Я задумывала написать эту сценку в прошлом октябре, для
Леви за ее вклад в оздоровление кошычьки Сурьмы. И вот она здесь.
Время близилось к полудню. Розы и шиповник в саду купались в еще пока не жгучих солнечных лучах, их лепестки трепетали от дуновения — нет, не ветра, лишь намека на ветер, словно бы не желавшего нарушать их чуткий сон. Здесь же, под гранатами, было прохладнее: солнце почти не проникало сквозь мелкую, но обильную листву и длинные ветви.
Женевьеву это вполне устраивало: к осени она устала от палящего солнца, готового выжечь на ее лице мелкие темные следы — растившая ее женщина всегда поджимала губы, когда их видела, и выводила с такой яростью, будто это были насекомые на ее драгоценных цветах.

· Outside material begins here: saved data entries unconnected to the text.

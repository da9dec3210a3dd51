import { choice } from '../settings';
import { scaleByAdam } from '../transforms';
import { firstOrderChain } from './firstOrder';
import { defineMethod } from './method';
import { adamEpsilonForm, beta1, beta2, epsilon } from './sharedSettings';

/**
 * AdamW (Loshchilov & Hutter, "Decoupled Weight Decay Regularization", ICLR 2019, Algorithm 2):
 * Adam's moments from the raw gradient, with the decay kept out of them:
 *   'times-learning-rate' (default; PyTorch AdamW, Optax adamw, Keras AdamW):
 *       x_t = x_{t-1} - lr_t ( mhat_t / (sqrt(vhat_t) + eps) + lambda x_{t-1} ),
 *   'times-schedule': x_t = x_{t-1} - eta_t ( alpha mhat_t / (sqrt(vhat_t) + eps) + lambda x_{t-1} ),
 *       alpha = the base learning rate, eta_t = lr_t / alpha the schedule multiplier: the decay
 *       follows the schedule but is not multiplied by alpha.
 * So PyTorch's lambda is the paper's lambda / alpha. lambda is the spec's weightDecay, default 0.01
 * (PyTorch; Optax 1e-4, Keras 0.004 from memory). Other defaults as Adam (lr 0.001).
 */
export const adamw = defineMethod({
    kind: 'adamw',
    label: 'AdamW',
    defaultLearningRate: 0.001,
    family: 'first-order',
    settings: {
      beta1: beta1(),
      beta2: beta2(),
      epsilon: epsilon(1e-8),
      epsilonForm: adamEpsilonForm,
      decayForm: choice(['times-learning-rate', 'times-schedule'], {
        label: 'decay form',
        help: "'times-learning-rate': the decay lambda x is multiplied by the learning rate lr_t; 'times-schedule': multiplied by the schedule's multiplier lr_t / lr only, not by the base rate (Loshchilov & Hutter 2019, Algorithm 2).",
      }),
    },
    defaultWeightDecay: 0.01,
    summary: 'Adam with weight decay applied to the parameters directly rather than through the gradient.',
    source: 'I. Loshchilov & F. Hutter, "Decoupled Weight Decay Regularization", ICLR 2019.',
  build: (s, spec) => {
    const paper = s.decayForm === 'times-schedule';
    const core = [scaleByAdam(s.beta1, s.beta2, s.epsilon, s.epsilonForm)];
    // Paper form: lr_t (lambda / alpha) x = eta_t lambda x.
    const decay = paper ? spec.weightDecay / spec.learningRate : spec.weightDecay;
    return firstOrderChain(paper ? 'AdamW (decay times schedule)' : 'AdamW', spec, core, decay);
  },
});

За четыре месяца, что прошли со свадьбы, Женевьева не отучилась придирчиво рассматривать себя в зеркальце и не забыла, из чего готовится средство от загара. За мужем она наблюдала с легкой завистью: его кожа золотилась под солнцем, его гибкие, сильные и изящные руки были обнажены по локоть, чуть вьющиеся черные волосы — распущены. Он опирался на длинную палку с крючком и, не переставая говорить, примеривался к желто-красным гранатам, под весом которых сгибались ветки:
— …в этом году было много солнца, поэтому они созрели раньше, кроме этих вот, нижних: им, младшим, мало достается. Посмотри, они ведь совсем малы еще, да и бока зеленоваты.
— Оставим до октября?
Альдевего слегка нахмурился — неужели вспомнил о том, что она еще недавно так отчаянно просилась ко двору? Или так, обдумывал судьбу обделенных светом плодов?
— Могут уже упасть. Соберем недели через две, пока они еще не перестали кислить: хорошая будет настойка.
Хвалит мелкие, зеленые — а сам поглядывает на вершину дерева и щурится от солнца. Там, наверху, знай себе висит гранат, который едва ли поместится в ладони, греет на солнце желтые и красные бока.
— Жаль, этот пропадет, — говорит скорее себе, чем ей, Альдевего. — Или прилетит кому-то в голову.
Он слегка поворачивается — теперь Женевьева снова видит его лицо, всегда озаренное светлой печалью — о том, что было, о том, что есть, о том, чего однажды не будет. Альдевего знает, что, как бы ни старался, часть плодов окажется на земле; это, считай, уже свершилось — и оттого сейчас они дороже и милее.
Женевьева продолжала брать приступом непокорную латынь и недавно заучила два изречения: одно, грубоватое, о том, что смерть забирает все, а другое — о том, что нет ничего, кроме любви. Она спорила то с одним, то с другим — в зависимости от настроения, — но, озвучивая свои мысли, встречала лишь нежный взгляд того, кто уже знает, что не может быть сладости без горечи.
— Ацо, — ласково говорит она. — Подержи-ка.
Она сбрасывает косынку и платье. Альдевего накрывает волной нежно-голубого шелка, а когда он выныривает, видит, что его молодая жена, отрада его глаза, карабкается по изогнутому стволу, точно дворовая кошка, и ее уже не достать.
— Что ты?.. Вернись!
Женевьева смеется:
— Я же не хочу, чтобы кто-то получил по лбу гранатом! Вдруг он окажется крепче?
— Прошу, слезай!
Не приказывает — просит. Настаивает — но бесполезно: она уже так высоко, что спускаться нет никакого смысла.
Гранат покачивается невыносимо близко, крупный, желто-алый, как закатное солнце. Зреть дальше некуда — он уже треснул, и в разломе поблескивают хмельные темные зерна.
Альдевего молчит, наверняка даже не дышит, не отводит глаз. Женевьева стоит на изгибе ствола, сжимает толстую ветвь. Ее юбка шелестит вместе с мелкой листвой, дыхание медленное, в такт ветру, сердце бьется ровно-ровно, а взгляд прикован к цели. Она сама — гранатовое дерево, и потому ей не страшно вытянуться почти параллельно земле, опираясь лишь на раздваивающийся ствол и на ветку, медленно сгибающуюся к земле вместе с ней.
Вытянув руку, Женевьева ждет удара сердца — и, выбросив ее вперед сразу после, вцепляется в плод, скользит большим пальцем в его глубину, давит зерна, чувствует текущий по ладони теплый сок. Гранат легко отрывается от ветки и сам ложится в руку, будто только того и ждал.